I heart Makeup, Death By Chocolate - kiedy moje dziecko jest na tyle łaskawe, że pozwala mi rano, bym choć trochę pokolorowała swoją twarz, to po tę paletkę sięgam najczęściej. Jestem tak pozytywnie zaskoczona jakością cieni z tej palety, że patrząc na to, że nie kosztowała wiele chyba kupię kolejną czekoladę ;) Podobają mi się zarówno cienie matowe i błyszczące. Praktycznie wszystkie trzymają się na oku nienagannie cały dzień. Nie rolują się i nie łączą w czasie rozcierania w jedną, wielką kolorową plamę. Prawdziwej czekolady mi już nie trzeba ;)
Lovely, Holograficzny róż do policzków - wypatrzyłam go po raz pierwszy oglądając jeden z filmów u fokusowanej. Podobno jest łudząco podobny do jednego z róży NARS. Nie mi to oceniać, NARSa nie miałam ;) Róż Lovely ma naprawdę bardzo dobrą pigmentację i nieziemski kolor, który teraz latem, pięknie prezentuje się na policzkach. Nie myślałam, że kolor różowy wymieszany ze złotem, może przynieść mi tyle radości. Wytrzymuje na twarzy, w stanie niemal idealnym, dobre 8 h. Po tym czasie kolor nieco blednie. Jakością i ceną przewyższa inne, bardziej znane produkty tego typu.
I jak Wam się podobają moi ulubieńcy?
Znacie, a może też lubicie te produkty?
56 komentarze
Znam tylko ten peeling. Miałam go dobrych parę lat temu, ale akurat tak średnio wspominam. Kolor różu mnie zaciekawil:)
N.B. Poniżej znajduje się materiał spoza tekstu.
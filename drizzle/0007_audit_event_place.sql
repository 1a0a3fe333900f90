ALTER TABLE "audit_events" ADD COLUMN "project_id" integer;--> statement-breakpoint
ALTER TABLE "audit_events" ADD COLUMN "sheet_id" integer;--> statement-breakpoint
CREATE INDEX "audit_events_project_at" ON "audit_events" USING btree ("project_id","at");--> statement-breakpoint
CREATE INDEX "audit_events_sheet_at" ON "audit_events" USING btree ("sheet_id","at");--> statement-breakpoint
CREATE INDEX "audit_events_actor_at" ON "audit_events" USING btree ("actor_id","at");--> statement-breakpoint
CREATE INDEX "audit_events_action_at" ON "audit_events" USING btree ("action","at");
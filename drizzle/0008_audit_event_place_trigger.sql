-- (branch matrix) Where an audit event happened: its project and sheet, for the admins' filters (GET /api/audit).
-- Filled here, on insert, for every row whatever code writes it, from the first of: the entry's own columns, its
-- subject (`sheet`, `revision`, `package`, `project`), the ids of its detail (`sheetId`, `revisionId`,
-- `packageId`, `projectId`), the request path (`/api/sheets/12/…`, `/api/revisions/…`, `/api/packages/…`,
-- `/api/projects/…`). A sheet names its project; an id of no row is left out (a refused request may name any).

-- A whole number of text (a subject id, a value of the detail, a part of a path), or null.
CREATE FUNCTION audit_events_id_of(value text) RETURNS integer LANGUAGE sql IMMUTABLE AS $$
  SELECT CASE WHEN value ~ '^[0-9]{1,9}$' THEN value::integer END
$$;
--> statement-breakpoint
CREATE FUNCTION audit_events_place(
  given_project integer, given_sheet integer, subject_type text, subject_id text, detail jsonb, path text,
  OUT project integer, OUT sheet integer
) LANGUAGE plpgsql STABLE AS $$
DECLARE
  revision integer;
  package integer;
BEGIN
  sheet := coalesce(
    given_sheet,
    CASE WHEN subject_type = 'sheet' THEN audit_events_id_of(subject_id) END,
    audit_events_id_of(detail ->> 'sheetId'),
    audit_events_id_of(substring(path FROM '^/api/sheets/([0-9]+)(?:/|$)')));
  IF sheet IS NULL THEN
    revision := coalesce(
      CASE WHEN subject_type = 'revision' THEN audit_events_id_of(subject_id) END,
      audit_events_id_of(detail ->> 'revisionId'),
      audit_events_id_of(substring(path FROM '^/api/revisions/([0-9]+)(?:/|$)')));
    IF revision IS NOT NULL THEN
      SELECT r.sheet_id INTO sheet FROM sheet_revisions r WHERE r.id = revision;
    END IF;
  END IF;
  IF sheet IS NOT NULL THEN
    SELECT s.project_id INTO project FROM sheets s WHERE s.id = sheet;
    IF NOT FOUND THEN
      sheet := NULL;
    END IF;
  END IF;
  project := coalesce(
    given_project,
    project,
    CASE WHEN subject_type = 'project' THEN audit_events_id_of(subject_id) END,
    audit_events_id_of(detail ->> 'projectId'),
    audit_events_id_of(substring(path FROM '^/api/projects/([0-9]+)(?:/|$)')));
  IF project IS NULL THEN
    package := coalesce(
      CASE WHEN subject_type = 'package' THEN audit_events_id_of(subject_id) END,
      audit_events_id_of(detail ->> 'packageId'),
      audit_events_id_of(substring(path FROM '^/api/packages/([0-9]+)(?:/|$)')));
    IF package IS NOT NULL THEN
      SELECT p.project_id INTO project FROM packages p WHERE p.id = package;
    END IF;
  END IF;
  IF project IS NOT NULL AND NOT EXISTS (SELECT 1 FROM projects WHERE id = project) THEN
    project := NULL;
  END IF;
END;
$$;
--> statement-breakpoint
CREATE FUNCTION audit_events_fill_place() RETURNS trigger LANGUAGE plpgsql AS $$
BEGIN
  SELECT place.project, place.sheet INTO NEW.project_id, NEW.sheet_id
    FROM audit_events_place(NEW.project_id, NEW.sheet_id, NEW.subject_type, NEW.subject_id, NEW.detail, NEW.path) place;
  RETURN NEW;
END;
$$;
--> statement-breakpoint
CREATE TRIGGER audit_events_place
  BEFORE INSERT ON audit_events
  FOR EACH ROW EXECUTE FUNCTION audit_events_fill_place();
--> statement-breakpoint
-- The rows written before this migration get their place too. The trail is append-only (0001): its guard is
-- lifted for this one statement, inside the migration's transaction, which fills the two new columns only.
ALTER TABLE audit_events DISABLE TRIGGER audit_events_append_only;
--> statement-breakpoint
UPDATE audit_events e SET (project_id, sheet_id) = (
  SELECT place.project, place.sheet FROM audit_events_place(NULL, NULL, e.subject_type, e.subject_id, e.detail, e.path) place);
--> statement-breakpoint
ALTER TABLE audit_events ENABLE TRIGGER audit_events_append_only;
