-- An issued revision's attachments are frozen with it (product.md: "Issuing freezes the revision for good"; the
-- revision itself by drizzle/0010_lifecycle_immutable.sql). The database refuses, whatever code runs: any INSERT,
-- UPDATE or DELETE of an attachment row whose revision (before or after the change) is issued or superseded, and
-- TRUNCATE of the table. The stored object is never deleted for such a row either: the service deletes an object
-- only after its row is gone.
CREATE FUNCTION attachments_refuse_issued_change() RETURNS trigger LANGUAGE plpgsql AS $$
DECLARE
  frozen_status text;
BEGIN
  SELECT r.status INTO frozen_status FROM sheet_revisions r
    WHERE r.status IN ('issued', 'superseded')
      AND r.id IN (
        CASE WHEN TG_OP IN ('UPDATE', 'DELETE') THEN OLD.revision_id END,
        CASE WHEN TG_OP IN ('UPDATE', 'INSERT') THEN NEW.revision_id END
      )
    LIMIT 1;
  IF frozen_status IS NOT NULL THEN
    RAISE EXCEPTION '% of an attachment of a % revision refused: an issued revision''s attachments are never changed', TG_OP, frozen_status
      USING ERRCODE = 'insufficient_privilege';
  END IF;
  RETURN COALESCE(NEW, OLD);
END;
$$;
--> statement-breakpoint
CREATE TRIGGER attachments_issued_frozen
  BEFORE INSERT OR UPDATE OR DELETE ON attachments
  FOR EACH ROW EXECUTE FUNCTION attachments_refuse_issued_change();
--> statement-breakpoint
CREATE TRIGGER attachments_no_truncate BEFORE TRUNCATE ON attachments FOR EACH STATEMENT EXECUTE FUNCTION lifecycle_refuse_change();
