ALTER TABLE "package_issues" ADD COLUMN "label" text;--> statement-breakpoint
ALTER TABLE "package_issues" ADD COLUMN "job_id" bigint;--> statement-breakpoint
ALTER TABLE "package_issues" ADD CONSTRAINT "package_issues_job_id_jobs_id_fk" FOREIGN KEY ("job_id") REFERENCES "public"."jobs"("id") ON DELETE no action ON UPDATE no action;--> statement-breakpoint
CREATE UNIQUE INDEX "package_issues_job" ON "package_issues" USING btree ("job_id");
OdpowiedzUsuńJa byłam tak ciekawa tego różu, że jeszcze tego samego dnia poszłam do Rossmanna :D
UsuńUwielbiam też róż z Lovely <3 Właśnie podobno jest tańszym zamiennikiem dla NARS (tak jak piszesz) Orgasm i dzisiaj się o tym przekonam, bo właśnie czekam na ten drugi :D
OdpowiedzUsuńNie miałam nic z tych ulubieńców, chętnie sprawdziłabym działanie serum :-)
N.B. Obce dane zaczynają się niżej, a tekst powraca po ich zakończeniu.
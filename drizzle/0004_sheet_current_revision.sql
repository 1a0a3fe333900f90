-- sheets.current_* copy what the sheet list shows of the current revision (the highest revision_index), so the
-- list reads one narrow table (server/db/schema.ts says why). Kept here, for every write to sheet_revisions,
-- whatever code makes it: a revision that is not the highest leaves the copy as it is.
CREATE FUNCTION sheet_revisions_copy_current() RETURNS trigger LANGUAGE plpgsql AS $$
BEGIN
  UPDATE sheets SET
    current_revision_index = NEW.revision_index,
    current_status = NEW.status,
    current_revision_label = NEW.label,
    current_prepared_by = NEW.prepared_by,
    current_edited_by = NEW.edited_by,
    current_edited_at = NEW.edited_at
  WHERE id = NEW.sheet_id
    AND NOT EXISTS (SELECT 1 FROM sheet_revisions later WHERE later.sheet_id = NEW.sheet_id AND later.revision_index > NEW.revision_index);
  RETURN NULL;
END;
$$;
--> statement-breakpoint
CREATE TRIGGER sheet_revisions_current
  AFTER INSERT OR UPDATE ON sheet_revisions
  FOR EACH ROW EXECUTE FUNCTION sheet_revisions_copy_current();
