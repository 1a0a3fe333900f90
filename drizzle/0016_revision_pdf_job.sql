ALTER TABLE "revision_pdfs" ADD COLUMN "job_id" bigint;--> statement-breakpoint
ALTER TABLE "revision_pdfs" ADD CONSTRAINT "revision_pdfs_job_id_jobs_id_fk" FOREIGN KEY ("job_id") REFERENCES "public"."jobs"("id") ON DELETE no action ON UPDATE no action;--> statement-breakpoint
CREATE UNIQUE INDEX "revision_pdfs_job" ON "revision_pdfs" USING btree ("job_id");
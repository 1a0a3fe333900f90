CREATE TABLE "package_issues" (
	"id" serial PRIMARY KEY NOT NULL,
	"package_id" integer NOT NULL,
	"purpose" text NOT NULL,
	"issued_by" integer NOT NULL,
	"issued_at" timestamp with time zone NOT NULL,
	"revision_ids" integer[] NOT NULL,
	"bytes" "bytea" NOT NULL,
	"sha256" text NOT NULL,
	"file_name" text NOT NULL,
	"pages" integer,
	CONSTRAINT "package_issues_purpose_known" CHECK ("package_issues"."purpose" in ('information', 'review', 'implementation'))
);
--> statement-breakpoint
CREATE TABLE "revision_editors" (
	"revision_id" integer NOT NULL,
	"person_id" integer NOT NULL,
	"first_edited_at" timestamp with time zone DEFAULT now() NOT NULL,
	CONSTRAINT "revision_editors_revision_id_person_id_pk" PRIMARY KEY("revision_id","person_id")
);
--> statement-breakpoint
CREATE TABLE "revision_pdfs" (
	"revision_id" integer PRIMARY KEY NOT NULL,
	"bytes" "bytea" NOT NULL,
	"sha256" text NOT NULL,
	"file_name" text NOT NULL,
	"pages" integer,
	"created_at" timestamp with time zone DEFAULT now() NOT NULL
);
--> statement-breakpoint
CREATE TABLE "signatures" (
	"id" serial PRIMARY KEY NOT NULL,
	"revision_id" integer NOT NULL,
	"person_id" integer NOT NULL,
	"printed_name" text NOT NULL,
	"role" text NOT NULL,
	"meaning" text NOT NULL,
	"signed_at" timestamp with time zone DEFAULT now() NOT NULL,
	"content_hash" text NOT NULL,
	"engine_version" text NOT NULL,
	CONSTRAINT "signatures_meaning_known" CHECK ("signatures"."meaning" in ('checked and approved', 'issued')),
	CONSTRAINT "signatures_role_known" CHECK ("signatures"."role" in ('checker', 'engineer')),
	CONSTRAINT "signatures_hash_form" CHECK ("signatures"."content_hash" ~ '^[0-9a-f]{64}$')
);
--> statement-breakpoint
ALTER TABLE "firm_settings" ADD COLUMN "revision_label_rule" text DEFAULT 'letters-then-numbers' NOT NULL;--> statement-breakpoint
ALTER TABLE "sheet_revisions" ADD COLUMN "submitted_at" timestamp with time zone;--> statement-breakpoint
ALTER TABLE "sheet_revisions" ADD COLUMN "approved_at" timestamp with time zone;--> statement-breakpoint
ALTER TABLE "sheet_revisions" ADD COLUMN "purpose" text;--> statement-breakpoint
ALTER TABLE "sheet_revisions" ADD COLUMN "issued_at" timestamp with time zone;--> statement-breakpoint
ALTER TABLE "sheet_revisions" ADD COLUMN "issued_by" integer;--> statement-breakpoint
ALTER TABLE "sheet_revisions" ADD COLUMN "superseded_at" timestamp with time zone;--> statement-breakpoint
ALTER TABLE "package_issues" ADD CONSTRAINT "package_issues_package_id_packages_id_fk" FOREIGN KEY ("package_id") REFERENCES "public"."packages"("id") ON DELETE no action ON UPDATE no action;--> statement-breakpoint
ALTER TABLE "package_issues" ADD CONSTRAINT "package_issues_issued_by_people_id_fk" FOREIGN KEY ("issued_by") REFERENCES "public"."people"("id") ON DELETE no action ON UPDATE no action;--> statement-breakpoint
ALTER TABLE "revision_editors" ADD CONSTRAINT "revision_editors_revision_id_sheet_revisions_id_fk" FOREIGN KEY ("revision_id") REFERENCES "public"."sheet_revisions"("id") ON DELETE no action ON UPDATE no action;--> statement-breakpoint
ALTER TABLE "revision_editors" ADD CONSTRAINT "revision_editors_person_id_people_id_fk" FOREIGN KEY ("person_id") REFERENCES "public"."people"("id") ON DELETE no action ON UPDATE no action;--> statement-breakpoint
ALTER TABLE "revision_pdfs" ADD CONSTRAINT "revision_pdfs_revision_id_sheet_revisions_id_fk" FOREIGN KEY ("revision_id") REFERENCES "public"."sheet_revisions"("id") ON DELETE no action ON UPDATE no action;--> statement-breakpoint
ALTER TABLE "signatures" ADD CONSTRAINT "signatures_revision_id_sheet_revisions_id_fk" FOREIGN KEY ("revision_id") REFERENCES "public"."sheet_revisions"("id") ON DELETE no action ON UPDATE no action;--> statement-breakpoint
ALTER TABLE "signatures" ADD CONSTRAINT "signatures_person_id_people_id_fk" FOREIGN KEY ("person_id") REFERENCES "public"."people"("id") ON DELETE no action ON UPDATE no action;--> statement-breakpoint
CREATE INDEX "package_issues_package" ON "package_issues" USING btree ("package_id");--> statement-breakpoint
CREATE INDEX "revision_pdfs_sha256" ON "revision_pdfs" USING btree ("sha256");--> statement-breakpoint
CREATE UNIQUE INDEX "signatures_revision_meaning" ON "signatures" USING btree ("revision_id","meaning");--> statement-breakpoint
ALTER TABLE "sheet_revisions" ADD CONSTRAINT "sheet_revisions_issued_by_people_id_fk" FOREIGN KEY ("issued_by") REFERENCES "public"."people"("id") ON DELETE no action ON UPDATE no action;--> statement-breakpoint
ALTER TABLE "firm_settings" ADD CONSTRAINT "firm_settings_revision_label_rule" CHECK ("firm_settings"."revision_label_rule" in ('letters-then-numbers', 'letters', 'numbers'));--> statement-breakpoint
ALTER TABLE "sheet_revisions" ADD CONSTRAINT "sheet_revisions_purpose_known" CHECK ("sheet_revisions"."purpose" is null or "sheet_revisions"."purpose" in ('information', 'review', 'implementation'));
OdpowiedzUsuńMuszę się kiedyś przyjrzeć tej czekoladce :))
OdpowiedzUsuńMaybelline Color Tattoo bardzo lubię :)
OdpowiedzUsuńKusi mnie peeeling, chyba z racji tego, że mój już się kończy :P
OdpowiedzUsuńTo jest dobry powód do zakupów :))
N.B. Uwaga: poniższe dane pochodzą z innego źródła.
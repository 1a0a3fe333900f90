ALTER TABLE "attachments" DROP CONSTRAINT "attachments_object_key_unique";--> statement-breakpoint
CREATE INDEX "attachments_object_key" ON "attachments" USING btree ("object_key");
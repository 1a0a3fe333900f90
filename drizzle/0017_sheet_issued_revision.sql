ALTER TABLE "sheets" ADD COLUMN "issued_revision_index" integer;--> statement-breakpoint
ALTER TABLE "sheets" ADD COLUMN "issued_status" text;--> statement-breakpoint
ALTER TABLE "sheets" ADD COLUMN "issued_revision_label" text;--> statement-breakpoint
ALTER TABLE "sheets" ADD COLUMN "issued_edited_by" integer;--> statement-breakpoint
ALTER TABLE "sheets" ADD COLUMN "issued_edited_at" timestamp with time zone;--> statement-breakpoint
ALTER TABLE "sheets" ADD CONSTRAINT "sheets_issued_edited_by_people_id_fk" FOREIGN KEY ("issued_edited_by") REFERENCES "public"."people"("id") ON DELETE no action ON UPDATE no action;--> statement-breakpoint
-- sheets.issued_* copy what a client's sheet list shows of the newest issued or superseded revision (the sheet as
-- last issued, whatever revision is being written after it: server/db/schema.ts says why). Kept here for every
-- write to sheet_revisions, as sheets.current_* are (0004): a revision that is not issued, or older than the copy,
-- leaves it as it is. Issued revisions are never changed but to superseded, nor deleted (0010), so the copy only moves on.
CREATE FUNCTION sheet_revisions_copy_issued() RETURNS trigger LANGUAGE plpgsql AS $$
BEGIN
  IF NEW.status IN ('issued', 'superseded') THEN
    UPDATE sheets SET
      issued_revision_index = NEW.revision_index,
      issued_status = NEW.status,
      issued_revision_label = NEW.label,
      issued_edited_by = NEW.edited_by,
      issued_edited_at = NEW.edited_at
    WHERE id = NEW.sheet_id
      AND (issued_revision_index IS NULL OR issued_revision_index <= NEW.revision_index);
  END IF;
  RETURN NULL;
END;
$$;
--> statement-breakpoint
CREATE TRIGGER sheet_revisions_issued
  AFTER INSERT OR UPDATE ON sheet_revisions
  FOR EACH ROW EXECUTE FUNCTION sheet_revisions_copy_issued();
--> statement-breakpoint
UPDATE sheets SET
  issued_revision_index = newest.revision_index,
  issued_status = newest.status,
  issued_revision_label = newest.label,
  issued_edited_by = newest.edited_by,
  issued_edited_at = newest.edited_at
FROM (
  SELECT DISTINCT ON (sheet_id) sheet_id, revision_index, status, label, edited_by, edited_at
  FROM sheet_revisions
  WHERE status IN ('issued', 'superseded')
  ORDER BY sheet_id, revision_index DESC
) newest
WHERE newest.sheet_id = sheets.id;
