CREATE TABLE "packages" (
	"id" serial PRIMARY KEY NOT NULL,
	"project_id" integer NOT NULL,
	"number" text NOT NULL,
	"title" text NOT NULL,
	"created_by" integer NOT NULL,
	"created_at" timestamp with time zone DEFAULT now() NOT NULL
);
--> statement-breakpoint
CREATE TABLE "sheet_revisions" (
	"id" serial PRIMARY KEY NOT NULL,
	"sheet_id" integer NOT NULL,
	"revision_index" integer NOT NULL,
	"label" text,
	"status" text DEFAULT 'draft' NOT NULL,
	"document" jsonb NOT NULL,
	"version" integer DEFAULT 1 NOT NULL,
	"result" jsonb,
	"engine_version" text NOT NULL,
	"prepared_by" integer NOT NULL,
	"edited_by" integer NOT NULL,
	"edited_at" timestamp with time zone DEFAULT now() NOT NULL,
	"created_at" timestamp with time zone DEFAULT now() NOT NULL,
	CONSTRAINT "sheet_revisions_status_known" CHECK ("sheet_revisions"."status" in ('draft', 'in check', 'returned', 'approved', 'issued', 'superseded')),
	CONSTRAINT "sheet_revisions_index_natural" CHECK ("sheet_revisions"."revision_index" >= 0),
	CONSTRAINT "sheet_revisions_version_positive" CHECK ("sheet_revisions"."version" >= 1)
);
--> statement-breakpoint
CREATE TABLE "sheets" (
	"id" serial PRIMARY KEY NOT NULL,
	"project_id" integer NOT NULL,
	"package_id" integer,
	"number" text NOT NULL,
	"title" text NOT NULL,
	"loop_tag" text NOT NULL,
	"created_by" integer NOT NULL,
	"created_at" timestamp with time zone DEFAULT now() NOT NULL
);
--> statement-breakpoint
ALTER TABLE "packages" ADD CONSTRAINT "packages_project_id_projects_id_fk" FOREIGN KEY ("project_id") REFERENCES "public"."projects"("id") ON DELETE no action ON UPDATE no action;--> statement-breakpoint
ALTER TABLE "packages" ADD CONSTRAINT "packages_created_by_people_id_fk" FOREIGN KEY ("created_by") REFERENCES "public"."people"("id") ON DELETE no action ON UPDATE no action;--> statement-breakpoint
ALTER TABLE "sheet_revisions" ADD CONSTRAINT "sheet_revisions_sheet_id_sheets_id_fk" FOREIGN KEY ("sheet_id") REFERENCES "public"."sheets"("id") ON DELETE no action ON UPDATE no action;--> statement-breakpoint
ALTER TABLE "sheet_revisions" ADD CONSTRAINT "sheet_revisions_prepared_by_people_id_fk" FOREIGN KEY ("prepared_by") REFERENCES "public"."people"("id") ON DELETE no action ON UPDATE no action;--> statement-breakpoint
ALTER TABLE "sheet_revisions" ADD CONSTRAINT "sheet_revisions_edited_by_people_id_fk" FOREIGN KEY ("edited_by") REFERENCES "public"."people"("id") ON DELETE no action ON UPDATE no action;--> statement-breakpoint
ALTER TABLE "sheets" ADD CONSTRAINT "sheets_project_id_projects_id_fk" FOREIGN KEY ("project_id") REFERENCES "public"."projects"("id") ON DELETE no action ON UPDATE no action;--> statement-breakpoint
ALTER TABLE "sheets" ADD CONSTRAINT "sheets_package_id_packages_id_fk" FOREIGN KEY ("package_id") REFERENCES "public"."packages"("id") ON DELETE no action ON UPDATE no action;--> statement-breakpoint
ALTER TABLE "sheets" ADD CONSTRAINT "sheets_created_by_people_id_fk" FOREIGN KEY ("created_by") REFERENCES "public"."people"("id") ON DELETE no action ON UPDATE no action;--> statement-breakpoint
CREATE UNIQUE INDEX "packages_project_number" ON "packages" USING btree ("project_id","number");--> statement-breakpoint
CREATE UNIQUE INDEX "sheet_revisions_sheet_index" ON "sheet_revisions" USING btree ("sheet_id","revision_index");--> statement-breakpoint
CREATE INDEX "sheet_revisions_status" ON "sheet_revisions" USING btree ("status");--> statement-breakpoint
CREATE INDEX "sheet_revisions_edited_at" ON "sheet_revisions" USING btree ("edited_at");--> statement-breakpoint
CREATE INDEX "sheet_revisions_prepared_by" ON "sheet_revisions" USING btree ("prepared_by");--> statement-breakpoint
CREATE UNIQUE INDEX "sheets_project_number" ON "sheets" USING btree ("project_id","number");--> statement-breakpoint
CREATE INDEX "sheets_project_number_order" ON "sheets" USING btree ("project_id",length("number"),"number");--> statement-breakpoint
CREATE INDEX "sheets_project_title" ON "sheets" USING btree ("project_id","title");--> statement-breakpoint
CREATE INDEX "sheets_project_loop_tag" ON "sheets" USING btree ("project_id","loop_tag");--> statement-breakpoint
CREATE INDEX "sheets_package" ON "sheets" USING btree ("package_id");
UsuńChętnie zobaczyłabym porównanie Lovely z Narsem, bo faktycznie jest bardzo podobny.
OdpowiedzUsuńNie pamiętam teraz w którym filmie, ale fokusowana robiła takie porównanie na swoim kanale.
Usuńnic nie miałam ;) ale liposomowe serum ciekawi
OdpowiedzUsuńBardzo lubię kosmetyko z witaminą c . róż lovely jest piękny, przypomina mi mój z sleeka . też wpada w złoto
OdpowiedzUsuńJaki piękny róż!
OdpowiedzUsuńSerum prezentuje się bardzo ciekawie, a Color Tatoo z Maybelline uwielbiam :-)
To ja już robię zdjęcie i przy okazji bycia w drogerii muszę złapać ten peeling :)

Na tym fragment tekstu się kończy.